Braverman and his coauthors looked for another opportunity to improve efficiency. When a car drops off a passenger and there are no other immediate requests in the area, the driver must make a choice. Do they linger and wait for a nearby request to pop up? Or do they head to another neighborhood with the hope that requests there might be more frequent?
If this “rebalancing” of cars isn’t done properly, “you just have drivers driving around empty for no good reason, and they’re wasting money on gas,” Braverman says.
Right now, these decisions seem to be somewhat ad hoc. Uber does nudge drivers using price surges; if a certain neighborhood has a lot of requests, the firm increases the pay rate in that area. But beyond that, it appears that drivers “just do what they please,” says Braverman, who collaborated with J. G. Dai at Cornell University and Lei Ying and Xin Liu, both at the University of Michigan, on the study.
The researchers investigated how companies could develop a better algorithm to guide drivers. They created a mathematical model and wrote software to simulate a ride-hailing service, taking into account factors such as the frequency of ride requests in different areas and traffic congestion. The goal was to maximize availability—that is, the likelihood that when a customer requested a ride, a driver was nearby to pick them up.
The computer program solved the optimization problem and directed drivers to either stay or go somewhere else after dropping off their last passenger. (While there isn’t a simple way to describe how the algorithm makes these decisions, the program is straightforward enough for a company to easily implement its own version, Braverman says.)
Next, the team wanted to know how much their algorithm improved the system’s efficiency. To calibrate their model with real-world data, the researchers obtained details on about three weeks of rides with Didi Chuxing (a service similar to Uber) in an unnamed city in China. They then ran computer simulations of a typical day.

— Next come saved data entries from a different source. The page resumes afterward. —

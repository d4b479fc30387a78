package uncertain_test

import (
	"errors"
	"fmt"
	"math"
	"os"
	"os/exec"
	"strconv"
	"strings"
	"testing"

	"similis.dev/similis/quantity"
	"similis.dev/similis/quantity/uncertain"
)

// TestMonteCarloTypeAIsScaledT: JCGM 101:2008 §6.4.9 draws the mean of n
// readings as x̄ + u·t_ν with u = s/√n and ν = n − 1, so for the model
// Y = X with x̄ = 0 and u = 1 the 95 % probabilistically symmetric
// interval is ±t₀.₉₇₅(ν). The quantiles are scipy.stats.t.ppf(0.975, ν)
// and the densities there scipy.stats.t.pdf (SciPy 1.10.1, Debian's
// python3-scipy). The tolerance is four standard errors of an order
// statistic: √(p(1−p)/N)/f(t_p), with p = 0.975 and N trials. ν = 2 and
// 2.01 must give nearly the same interval (no jump where the variance of
// t becomes finite).
func TestMonteCarloTypeAIsScaledT(t *testing.T) {
	const trials = 400_000
	for _, c := range []struct {
		nu, t, pdf float64
	}{
		{2, 4.302652729911275, 0.010763708554741088},
		{2.01, 4.282204280449282, 0.010856978575454933},
		{3, 3.182446305284263, 0.019194076379776017},
		{4, 2.7764451051977987, 0.02558081782667414},
		{10, 2.2281388519649385, 0.042384984670917905},
		{30, 2.0422724563012373, 0.05260186771232068},
	} {
		set := uncertain.NewSet()
		id := set.MustAdd(uncertain.Source{Name: "repeatability", U: quantity.Scalar(1), Type: uncertain.TypeA, DoF: c.nu})
		in := []uncertain.Measured{set.MustMeasure(quantity.Scalar(0), id)}
		mc, err := uncertain.MonteCarlo(in, func(x []uncertain.Measured) uncertain.Measured { return x[0] }, trials, 0.95, 42)
		if err != nil {
			t.Fatal(err)
		}
		tol := 4 * math.Sqrt(0.975*0.025/trials) / c.pdf
		near(t, fmt.Sprintf("ν = %v: high end", c.nu), mc.High.Value(), c.t, tol)
		near(t, fmt.Sprintf("ν = %v: low end", c.nu), mc.Low.Value(), -c.t, tol)
	}
}

// TestMonteCarloTrialsBounded: a trial count above MaxTrials is refused
// with ErrRange, naming the maximum, before anything is allocated. The
// call with 10¹² trials runs in a child process under GOMEMLIMIT, so
// that an attempt to allocate 8 TB fails this test (the child dies)
// rather than the whole suite.
func TestMonteCarloTrialsBounded(t *testing.T) {
	const marker = "uncertain: refused cleanly"
	if os.Getenv("UNCERTAIN_MC_TRIALS_CHILD") == "1" {
		set := uncertain.NewSet()
		id := set.MustAdd(uncertain.Source{Name: "x", U: quantity.Scalar(1)})
		in := []uncertain.Measured{set.MustMeasure(quantity.Scalar(1), id)}
		_, err := uncertain.MonteCarlo(in, func(x []uncertain.Measured) uncertain.Measured { return x[0] }, 1_000_000_000_000, 0.95, 1)
		if !errors.Is(err, quantity.ErrRange) || !strings.Contains(err.Error(), strconv.Itoa(uncertain.MaxTrials)) {
			t.Fatalf("10¹² trials: %v; want ErrRange naming the maximum %d", err, uncertain.MaxTrials)
		}
		fmt.Println(marker)
		return
	}
	cmd := exec.Command(os.Args[0], "-test.run=^TestMonteCarloTrialsBounded$", "-test.count=1")
	cmd.Env = append(os.Environ(), "UNCERTAIN_MC_TRIALS_CHILD=1", "GOMEMLIMIT=256MiB", "GOGC=50")
	out, err := cmd.CombinedOutput()
	if err != nil || !strings.Contains(string(out), marker) {
		t.Fatalf("child with 10¹² trials: %v\n%s", err, out)
	}
	if uncertain.MaxTrials*8 > 100<<20 {
		t.Errorf("MaxTrials = %d keeps %d MB of outputs", uncertain.MaxTrials, uncertain.MaxTrials*8>>20)
	}
}

// TestMonteCarloErrorsWrapCause: a two-set input and a model that fails
// on a trial are errors of one class, with the cause kept and the
// package's prefix once.
func TestMonteCarloErrorsWrapCause(t *testing.T) {
	a, b := uncertain.NewSet(), uncertain.NewSet()
	ia := a.MustAdd(uncertain.Source{Name: "a", U: quantity.Scalar(0.1)})
	ib := b.MustAdd(uncertain.Source{Name: "b", U: quantity.Scalar(0.1)})
	in := []uncertain.Measured{a.MustMeasure(quantity.Scalar(1), ia), b.MustMeasure(quantity.Scalar(1), ib)}
	_, err := uncertain.MonteCarlo(in, func(x []uncertain.Measured) uncertain.Measured { return x[0].Add(x[1]) }, 1000, 0.95, 1)
	if !errors.Is(err, uncertain.ErrSets) || classes(err) != 1 || !errors.Is(err, quantity.ErrInvalid) {
		t.Errorf("two sets: %v (classes %d)", err, classes(err))
	}
	if err != nil && strings.Count(err.Error(), "uncertain:") != 1 {
		t.Errorf("message %q: want the package's prefix once", err)
	}
	// log(x − 1) with x = 1 ± 0.1 reaches the log of a value ≤ 0 on some trial.
	in = in[:1]
	_, err = uncertain.MonteCarlo(in, func(x []uncertain.Measured) uncertain.Measured {
		return uncertain.Log(x[0].Sub(uncertain.Exact(quantity.Scalar(1))))
	}, 1000, 0.95, 1)
	var ue *uncertain.Error
	if !errors.As(err, &ue) || !errors.Is(err, quantity.ErrRange) || classes(err) != 1 || !strings.Contains(err.Error(), "trial") {
		t.Errorf("log of a value ≤ 0 on a trial: %v", err)
	}
	// A model whose dimension is wrong on the trial values keeps the
	// *quantity.Error of class quantity.ErrDimension.
	_, err = uncertain.MonteCarlo(in, func(x []uncertain.Measured) uncertain.Measured {
		return x[0].Add(uncertain.Exact(quantity.New(1, quantity.Length)))
	}, 1000, 0.95, 1)
	var de *quantity.Error
	if !errors.As(err, &de) || de.Class != quantity.ErrDimension || classes(err) != 1 {
		t.Errorf("dimension error in the model: %v", err)
	}
}

// TestMonteCarloResultString: the result reads in the unit of the value,
// rounded to u's two significant digits (GUM §7.2.6), with no "[SI]".
// For y = x with x = 1000 N ± 5 N (normal), the mean, u and interval are
// within sampling error of 1000, 5 and 1000 ± 9.8 N.
func TestMonteCarloResultString(t *testing.T) {
	set := uncertain.NewSet()
	id := set.MustAdd(uncertain.Source{Name: "load cell", U: quantity.New(5, quantity.Force)})
	in := []uncertain.Measured{set.MustMeasure(quantity.New(1000, quantity.Force), id)}
	mc, err := uncertain.MonteCarlo(in, func(x []uncertain.Measured) uncertain.Measured { return x[0] }, 100_000, 0.95, 5)
	if err != nil {
		t.Fatal(err)
	}
	s := mc.String()
	for _, want := range []string{"100000 trials", "y = 1000.0 N", "u = 5.0 N", "95 % interval [990.", "] N"} {
		if !strings.Contains(s, want) {
			t.Errorf("%q lacks %q", s, want)
		}
	}
	if strings.Contains(s, "SI") || strings.Contains(s, "kg") {
		t.Errorf("%q: want the named unit N", s)
	}
}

The simulations allowed them to compare the performance of their algorithm to basic heuristics that drivers might use in the absence of explicit instructions from the ride-hailing company. For example, perhaps drivers try to predict where they will most quickly find another customer, taking into account factors such as how long it takes to drive to that neighborhood and the likely frequency of requests. If they followed this rule of thumb, about 30 percent of customers’ ride requests would go unfulfilled, the team found. But if drivers followed the algorithm that Braverman’s team had developed, that number would fall to 20 percent.

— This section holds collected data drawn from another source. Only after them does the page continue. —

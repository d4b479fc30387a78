package uncertain_test

import (
	"errors"
	"math"
	"strings"
	"testing"

	"similis.dev/similis/quantity"
	"similis.dev/similis/quantity/uncertain"
)

// classes counts the module's error classes err matches.
func classes(err error) int {
	n := 0
	for _, c := range []error{quantity.ErrDimension, quantity.ErrRange, quantity.ErrParse, quantity.ErrUnknown, quantity.ErrInvalid} {
		if errors.Is(err, c) {
			n++
		}
	}
	return n
}

// TestErrorClasses: every error the package returns matches exactly one
// class of the module, its concrete type, and keeps its cause; the
// package's prefix appears once.
func TestErrorClasses(t *testing.T) {
	set := uncertain.NewSet()
	u := set.MustAdd(uncertain.Source{Name: "u", U: quantity.New(1, quantity.Length)})
	r := set.MustAdd(uncertain.Source{Name: "rel", U: quantity.Scalar(0.01), Relative: true})
	r2 := set.MustAdd(uncertain.Source{Name: "rel2", U: quantity.Scalar(2), Relative: true})
	a := set.MustMeasure(quantity.New(1, quantity.Length), u)
	zero := set.MustMeasure(quantity.Scalar(0), r, set.MustAdd(uncertain.Source{Name: "z", U: quantity.Scalar(0.1)}))
	other := uncertain.NewSet()
	b := other.MustMeasure(quantity.New(1, quantity.Length), other.MustAdd(uncertain.Source{Name: "w", U: quantity.New(1, quantity.Length)}))
	tiny := uncertain.NewSet()
	tn := tiny.MustMeasure(quantity.Scalar(1), tiny.MustAdd(uncertain.Source{Name: "tiny ν", U: quantity.Scalar(1), Type: uncertain.TypeA, DoF: 1e-300}))
	model := func(x []uncertain.Measured) uncertain.Measured { return x[0] }
	in := []uncertain.Measured{a}
	err2 := func(_ any, err error) error { return err }
	eval := func(f func() uncertain.Measured) error { _, err := uncertain.Eval(f); return err }
	budget := func(m uncertain.Measured, p float64) error { _, err := m.Budget("y", p); return err }

	for _, c := range []struct {
		name  string
		err   error
		class error
		cause error // kept under errors.Is, if any
	}{
		{"Add: no name", err2(set.Add(uncertain.Source{U: quantity.Scalar(1)})), quantity.ErrInvalid, nil},
		{"Add: negative u", err2(set.Add(uncertain.Source{Name: "neg", U: quantity.Scalar(-1)})), quantity.ErrInvalid, nil},
		{"Add: Type A without ν", err2(set.Add(uncertain.Source{Name: "A", U: quantity.Scalar(1), Type: uncertain.TypeA})), quantity.ErrInvalid, nil},
		{"Add: same name", err2(set.Add(uncertain.Source{Name: "u", U: quantity.Scalar(1)})), quantity.ErrInvalid, nil},
		{"Measure: wrong dimension", err2(set.Measure(quantity.New(1, quantity.Velocity), u)), quantity.ErrInvalid, nil},
		{"Measure: unknown ID", err2(set.Measure(quantity.Scalar(1), 99)), quantity.ErrInvalid, nil},
		{"Measure: too many sources", err2(set.Measure(quantity.Scalar(1), make([]uncertain.ID, uncertain.MaxTerms+1)...)), quantity.ErrInvalid, nil},
		{"Measure: NaN", err2(set.Measure(quantity.Scalar(math.NaN()))), quantity.ErrInvalid, nil},
		{"Measure: relative overflow", err2(set.Measure(quantity.Scalar(math.MaxFloat64), r2)), quantity.ErrRange, nil},
		{"Correlate: r = 2", set.Correlate(u, r, 2), quantity.ErrInvalid, nil},
		{"Source: unknown ID", err2(set.Source(99)), quantity.ErrInvalid, nil},
		{"Eval: two sets", eval(func() uncertain.Measured { return a.Add(b) }), quantity.ErrInvalid, uncertain.ErrSets},
		{"Eval: dimensions", eval(func() uncertain.Measured { return a.Add(uncertain.Exact(quantity.Scalar(1))) }), quantity.ErrDimension, nil},
		{"Eval: 1/0", eval(func() uncertain.Measured { return zero.Inv() }), quantity.ErrRange, nil},
		{"Eval: overflow", eval(func() uncertain.Measured { return uncertain.Exact(quantity.Scalar(1e300)).Mul(zero.Scale(1e300)) }), quantity.ErrRange, nil},
		{"Budget: p = 1", budget(a, 1), quantity.ErrInvalid, nil},
		{"Budget: ν = 1e-300", budget(tn, 0.95), quantity.ErrRange, nil},
		{"CoverageFactor: p = 1.5", err2(uncertain.CoverageFactor(1.5, 3)), quantity.ErrInvalid, nil},
		{"CoverageFactor: ν = −1", err2(uncertain.CoverageFactor(0.95, -1)), quantity.ErrInvalid, nil},
		{"CoverageFactor: ν = 1e-300", err2(uncertain.CoverageFactor(0.95, 1e-300)), quantity.ErrRange, nil},
		{"MonteCarlo: 10 trials", err2(uncertain.MonteCarlo(in, model, 10, 0.95, 1)), quantity.ErrInvalid, nil},
		{"MonteCarlo: too many trials", err2(uncertain.MonteCarlo(in, model, uncertain.MaxTrials+1, 0.95, 1)), quantity.ErrRange, nil},
		{"MonteCarlo: p = 0", err2(uncertain.MonteCarlo(in, model, 1000, 0, 1)), quantity.ErrInvalid, nil},
		{"MonteCarlo: two sets", err2(uncertain.MonteCarlo([]uncertain.Measured{a, b}, model, 1000, 0.95, 1)), quantity.ErrInvalid, uncertain.ErrSets},
		{"MonteCarlo: model's dimensions", err2(uncertain.MonteCarlo(in, func(x []uncertain.Measured) uncertain.Measured {
			return x[0].Add(uncertain.Exact(quantity.Scalar(1)))
		}, 1000, 0.95, 1)), quantity.ErrDimension, nil},
	} {
		if c.err == nil {
			t.Errorf("%s: no error", c.name)
			continue
		}
		if n := classes(c.err); n != 1 || !errors.Is(c.err, c.class) {
			t.Errorf("%s: %v matches %d classes, want %v alone", c.name, c.err, n, c.class)
		}
		if c.cause != nil && !errors.Is(c.err, c.cause) {
			t.Errorf("%s: %v does not keep its cause %v", c.name, c.err, c.cause)
		}
		var ue *uncertain.Error
		var de *quantity.Error
		if !errors.As(c.err, &ue) && !(errors.As(c.err, &de) && de.Class == quantity.ErrDimension) {
			t.Errorf("%s: %T is none of the package's error types", c.name, c.err)
		}
		if strings.Count(c.err.Error(), "uncertain:") > 1 {
			t.Errorf("%s: %q repeats the prefix", c.name, c.err)
		}
	}
}

// TestCoverageFactorNoPanic: CoverageFactor answers every input with a
// number or an error. ν = 0 is the package's infinite degrees of freedom:
// the normal quantile, scipy.stats.norm.ppf(0.975) = 1.959963984540054
// (SciPy 1.10.1).
func TestCoverageFactorNoPanic(t *testing.T) {
	for _, c := range []struct {
		p, nu float64
		k     float64 // 0: an error is wanted
	}{
		{0.95, 0, 1.959963984540054},
		{0.95, math.Inf(1), 1.959963984540054},
		{0.95, -1, 0},
		{1.5, 3, 0},
		{math.NaN(), 3, 0},
		{0.95, math.NaN(), 0},
		{0.95, math.Inf(-1), 0},
		{0.95, 1e-300, 0},
	} {
		k, err := uncertain.CoverageFactor(c.p, c.nu)
		switch {
		case c.k == 0 && (err == nil || classes(err) != 1):
			t.Errorf("CoverageFactor(%v, %v) = %v, %v; want an error of one class", c.p, c.nu, k, err)
		case c.k != 0 && (err != nil || math.Abs(k-c.k) > 1e-9):
			t.Errorf("CoverageFactor(%v, %v) = %v, %v; want %v", c.p, c.nu, k, err, c.k)
		}
	}
}

// TestSetSourceForeignID: an ID beyond the set is an error, not a panic.
func TestSetSourceForeignID(t *testing.T) {
	big := uncertain.NewSet()
	for _, n := range []string{"a", "b", "c"} {
		big.MustAdd(uncertain.Source{Name: n, U: quantity.Scalar(1)})
	}
	id := big.MustAdd(uncertain.Source{Name: "d", U: quantity.Scalar(1)})
	small := uncertain.NewSet()
	if _, err := small.Source(id); !errors.Is(err, quantity.ErrInvalid) {
		t.Errorf("Source of another set's ID %d: %v", id, err)
	}
	if src, err := big.Source(id); err != nil || src.Name != "d" {
		t.Errorf("Source(%d) = %+v, %v", id, src, err)
	}
}

// TestNonFiniteRefused: at a measured zero, 1/x, log x, √x and x^0.5 have
// no finite value or derivative: each is an ErrRange error from Eval, not
// an infinite or NaN value with a nil error. Powers ≥ 1 are fine there
// (d(x²)/dx = 0 at 0). A zero standard uncertainty gives a finite
// (documented unknown) sensitivity, not NaN.
func TestNonFiniteRefused(t *testing.T) {
	set := uncertain.NewSet()
	id := set.MustAdd(uncertain.Source{Name: "x", U: quantity.Scalar(0.1)})
	x := set.MustMeasure(quantity.Scalar(0), id)
	one := uncertain.Exact(quantity.Scalar(1))
	for name, f := range map[string]func() uncertain.Measured{
		"Inv":        x.Inv,
		"Log":        func() uncertain.Measured { return uncertain.Log(x) },
		"Log10":      func() uncertain.Measured { return uncertain.Log10(x) },
		"Sqrt":       x.Sqrt,
		"Powf(0.5)":  func() uncertain.Measured { return x.Powf(0.5) },
		"Pow(1, 2)":  func() uncertain.Measured { return x.Pow(1, 2) },
		"Pow(-1, 1)": func() uncertain.Measured { return x.Pow(-1, 1) },
		"1/x":        func() uncertain.Measured { return one.Div(x) },
		"x/0":        func() uncertain.Measured { return one.DivQ(quantity.Scalar(0)) },
		"SetInv":     func() uncertain.Measured { var z uncertain.Measured; return *z.SetInv(&x) },
		"SetPowf":    func() uncertain.Measured { var z uncertain.Measured; return *z.SetPowf(&x, 0.5) },
		"exp(1000)": func() uncertain.Measured {
			return uncertain.Exp(x.Scale(1e4).Add(uncertain.Exact(quantity.Scalar(1000))))
		},
	} {
		m, err := uncertain.Eval(f)
		var ue *uncertain.Error
		if !errors.Is(err, quantity.ErrRange) || !errors.As(err, &ue) {
			t.Errorf("%s of a measured 0: %v, %v; want an ErrRange *Error", name, m, err)
		}
	}
	for name, f := range map[string]func() uncertain.Measured{
		"Pow(2, 1)": func() uncertain.Measured { return x.Pow(2, 1) },
		"Powf(2)":   func() uncertain.Measured { return x.Powf(2) },
		"Pow(1, 1)": func() uncertain.Measured { return x.Pow(1, 1) },
	} {
		m, err := uncertain.Eval(f)
		if err != nil || math.IsNaN(m.U().Value()) {
			t.Errorf("%s at 0: %v, %v; want a finite value", name, m, err)
		}
	}
	// A source of zero uncertainty: its line has no NaN.
	z := set.MustAdd(uncertain.Source{Name: "exact by choice", U: quantity.New(0, quantity.Pressure)})
	p := set.MustMeasure(quantity.New(2e5, quantity.Pressure), z)
	b, err := p.Mul(p).Budget("p²", 0.95)
	if err != nil {
		t.Fatal(err)
	}
	l := b.Lines[0]
	if !l.SensitivityUnknown || math.IsNaN(l.Sensitivity.Value()) || l.Contribution.Value() != 0 {
		t.Errorf("zero-u line %+v: want a finite, flagged sensitivity and no contribution", l)
	}
	if s := b.String(); strings.Contains(s, "NaN") || !strings.Contains(s, "–") {
		t.Errorf("budget with a zero-u source:\n%s", s)
	}
}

However, the team’s algorithm assumed that traffic patterns and request rates stayed the same throughout the day. In a more realistic simulation where the rate of ride requests varied at different hours, the algorithm didn’t perform that well during rush hour. For example, from 7 to 8 p.m., 33 percent of customers’ requests were unfulfilled.
So they devised another heuristic called the “look-ahead policy,” which predicted future traffic and requests based on past data, and routed cars accordingly. With this policy, unfulfilled requests during rush hour dropped to 14 percent.
The model still needs more work to be realistic enough for real-world use, Braverman says. But the study suggests that rebalancing cars properly is an important part of running an efficient operation.
“You should reposition intelligently,” he says. “Because if you’re not, you’re leaving a lot on the table.”
Lobel, Ilan, and Sebastien Martin. 2020. “Detours in Shared Rides.”
Braverman, Anton, J. G. Dai, Xin Liu, and Lei Ying. 2019. “Empty-Car Routing in Ridesharing Systems.” Operations Research. 67: 1437–1452.